Coupled water-carbon modelling at data-limited sites: a new approach to explore current and future agroforestry scenarios in Scotland

Agroforestry has been suggested as a promising Nature-Based Solution (NBS) due to its potential benefits including soil water regulation and carbon storage, both of which are expected to become increasingly more important under current climate projection scenarios. But it is unclear to what degree these benefits: (i) are likely to be realised individually; and (ii) may interact/counteract with one another. While common in the tropics, agroforestry in the UK and other temperate areas is still limited. Especially given the lack of data, predicting adaptability and optimising environmental benefits of agroforestry systems in temperate regions requires a parsimonious and robust coupled water-carbon modelling approach.

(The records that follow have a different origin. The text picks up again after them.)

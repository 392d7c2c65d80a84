package org.wispwright.ui.window;

import static org.junit.jupiter.api.Assertions.assertEquals;
import static org.junit.jupiter.api.Assertions.assertTrue;

import java.awt.Color;
import java.awt.Component;
import java.awt.Dimension;
import java.nio.file.Path;
import java.util.ArrayList;
import java.util.List;
import javax.swing.AbstractButton;
import javax.swing.JComboBox;
import javax.swing.JComponent;
import javax.swing.JList;
import javax.swing.JScrollBar;
import javax.swing.JSlider;
import javax.swing.JSpinner;
import javax.swing.UIManager;
import javax.swing.text.JTextComponent;
import org.junit.jupiter.api.Test;
import org.junit.jupiter.api.io.TempDir;
import org.junit.jupiter.params.ParameterizedTest;
import org.junit.jupiter.params.provider.ValueSource;
import org.wispwright.ui.command.SmallShot;

/** What everyone needs to work the desk: names for those who hear it, contrast for those who see little, keys for those without a pointer. */
class AccessTest {
    /** WCAG 2.x, 1.4.3: text needs 4.5 to 1 against what is behind it. */
    private static final double LEAST_CONTRAST = 4.5;

    @TempDir
    private Path folder;

    @ParameterizedTest
    @ValueSource(booleans = {true, false})
    void textStandsOutFromWhatIsBehindIt(boolean dark) {
        DeskDriver.onSwing(() -> {
            Palette.use(dark, 1);
            List<String> faint = new ArrayList<>();
            for (Palette ink : new Palette[] {Palette.TEXT, Palette.QUIET, Palette.ACCENT, Palette.MET, Palette.WANTED, Palette.HELD,
                Palette.FAULT, Palette.CHANGE}) {
                for (Palette paper : new Palette[] {Palette.PANEL, Palette.CARD}) {
                    check(ink.name() + " on " + paper.name(), ink.colour(), paper.colour(), faint);
                }
            }
            String[][] pairs = {{"Label.foreground", "Panel.background"}, {"Button.foreground", "Button.background"},
                {"TextField.foreground", "TextField.background"}, {"ComboBox.foreground", "ComboBox.background"},
                {"MenuItem.foreground", "MenuItem.background"}, {"List.selectionForeground", "List.selectionBackground"},
                {"MenuItem.selectionForeground", "MenuItem.selectionBackground"}, {"ToolTip.foreground", "ToolTip.background"},
                {"TextField.selectionForeground", "TextField.selectionBackground"}, {"Spinner.foreground", "Spinner.background"},
                {"Button.default.foreground", "Button.default.background"}};
            for (String[] pair : pairs) {
                check(pair[0] + " on " + pair[1], UIManager.getColor(pair[0]), UIManager.getColor(pair[1]), faint);
            }
            assertEquals(List.of(), faint);
            return null;
        });
    }

    private static void check(String what, Color ink, Color paper, List<String> faint) {
        double contrast = contrast(ink, paper);
        if (!(contrast >= LEAST_CONTRAST)) {
            faint.add(String.format("%s: %.2f", what, contrast));
        }
    }

    /** WCAG 2.x, "contrast ratio": (L1 + 0.05) / (L2 + 0.05) of the relative luminances. */
    static double contrast(Color a, Color b) {
        double x = luminance(a);
        double y = luminance(b);
        return (Math.max(x, y) + 0.05) / (Math.min(x, y) + 0.05);
    }

    /** WCAG 2.x, "relative luminance", with its own constants (0.03928 for the joint of the two pieces). */
    private static double luminance(Color c) {
        double[] linear = new double[3];
        int[] codes = {c.getRed(), c.getGreen(), c.getBlue()};
        for (int n = 0; n < 3; n++) {
            double code = codes[n] / 255.0;
            linear[n] = code <= 0.03928 ? code / 12.92 : Math.pow((code + 0.055) / 1.055, 2.4);
        }
        return 0.2126 * linear[0] + 0.7152 * linear[1] + 0.0722 * linear[2];
    }

    /** White on black is 21 to 1, #767676 on white the lightest grey that passes: WCAG 2.x, 1.4.3 and its understanding document. */
    @Test
    void theMeasureOfContrastIsWcags() {
        assertEquals(21, contrast(Color.WHITE, Color.BLACK), 1e-9);
        assertTrue(contrast(new Color(0x767676), Color.WHITE) >= 4.5 && contrast(new Color(0x777777), Color.WHITE) < 4.5);
    }

    @Test
    void everyControlHasANameAndWhatItDoes() {
        try (DeskDriver driver = new DeskDriver(new Dimension(1440, 900)).open(SmallShot.in(folder.resolve("shot")).folder())) {
            List<String> nameless = new ArrayList<>();
            for (Component c : driver.everything()) {
                if (isControl(c)) {
                    String name = c.getAccessibleContext() == null ? null : c.getAccessibleContext().getAccessibleName();
                    if (name == null || name.isBlank()) {
                        nameless.add(where(c));
                    }
                }
            }
            assertEquals(List.of(), nameless);
        }
    }

    /** Controls that the person works with; the parts of a control, such as a combo box's arrow, belong to it. */
    private static boolean isControl(Component c) {
        boolean kind = c instanceof AbstractButton || c instanceof JComboBox || c instanceof JList || c instanceof JSlider || c instanceof JSpinner
                || c instanceof JTextComponent;
        if (!kind || !c.isFocusable()) {
            return false;
        }
        for (Component up = c.getParent(); up != null; up = up.getParent()) {
            if (up instanceof JComboBox || up instanceof JSpinner || up instanceof JScrollBar
                    || up instanceof JComponent bar && bar.getClass().getName().contains("TitlePane")) {
                return false;
            }
        }
        return true;
    }

    private static String where(Component c) {
        StringBuilder path = new StringBuilder(c.getClass().getSimpleName() + " '" + c.getName() + "'");
        for (Component up = c.getParent(); up != null && !(up instanceof java.awt.Window); up = up.getParent()) {
            if (up.getName() != null) {
                path.append(" in ").append(up.getName());
            }
        }
        return path.toString();
    }

    @Test
    void everyActionHasWordsAndItsKeyInItsToolTip() {
        try (DeskDriver driver = new DeskDriver(DeskWindow.SMALLEST)) {
            for (DeskAction action : driver.window().actions().all()) {
                Object tip = driver.window().actions().get(action.id()).getValue(javax.swing.Action.SHORT_DESCRIPTION);
                assertTrue(tip != null && !tip.toString().isBlank(), action.id());
                assertTrue(action.key() == null || tip.toString().endsWith(")"), action.id());
            }
        }
    }
}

Soil carbon models typically tend to use simplistic soil moisture accounting (e.g., rainfall minus PET) and could yield considerably different predictions under more realistic soil moisture representations. However, while large-scale surface and above surface satellite datasets are now readily available, below-ground soil moisture datasets are either not available, not as accurate, or not on the same scale. This is particularly an issue in systems involving trees because they impact soils in general, but soil moisture in particular, at depths much greater than those covered by global satellites. Here, we present a new 1D ecohydrological model that encompasses the main soil-tree-atmospheric interactions while only requiring rainfall, potential evapotranspiration and surface soil moisture information for its calibration, making the model well-suited to be applied in conjunction with limited available datasets (e.g., those from satellites). We first demonstrate the ecohydrological model’s performance in profile soil moisture estimation using only surface information in a data-rich site in Scotland. We then couple this new model with the widely used RothC carbon model for an agroforestry site nearby. Our results show that CO₂ emission estimates by RothC change considerably when a more realistic soil moisture accounting is incorporated. Finally, we explore these effects under different agroforestry and future (50-year) climate projection scenarios to inform appropriate agroforestry designs.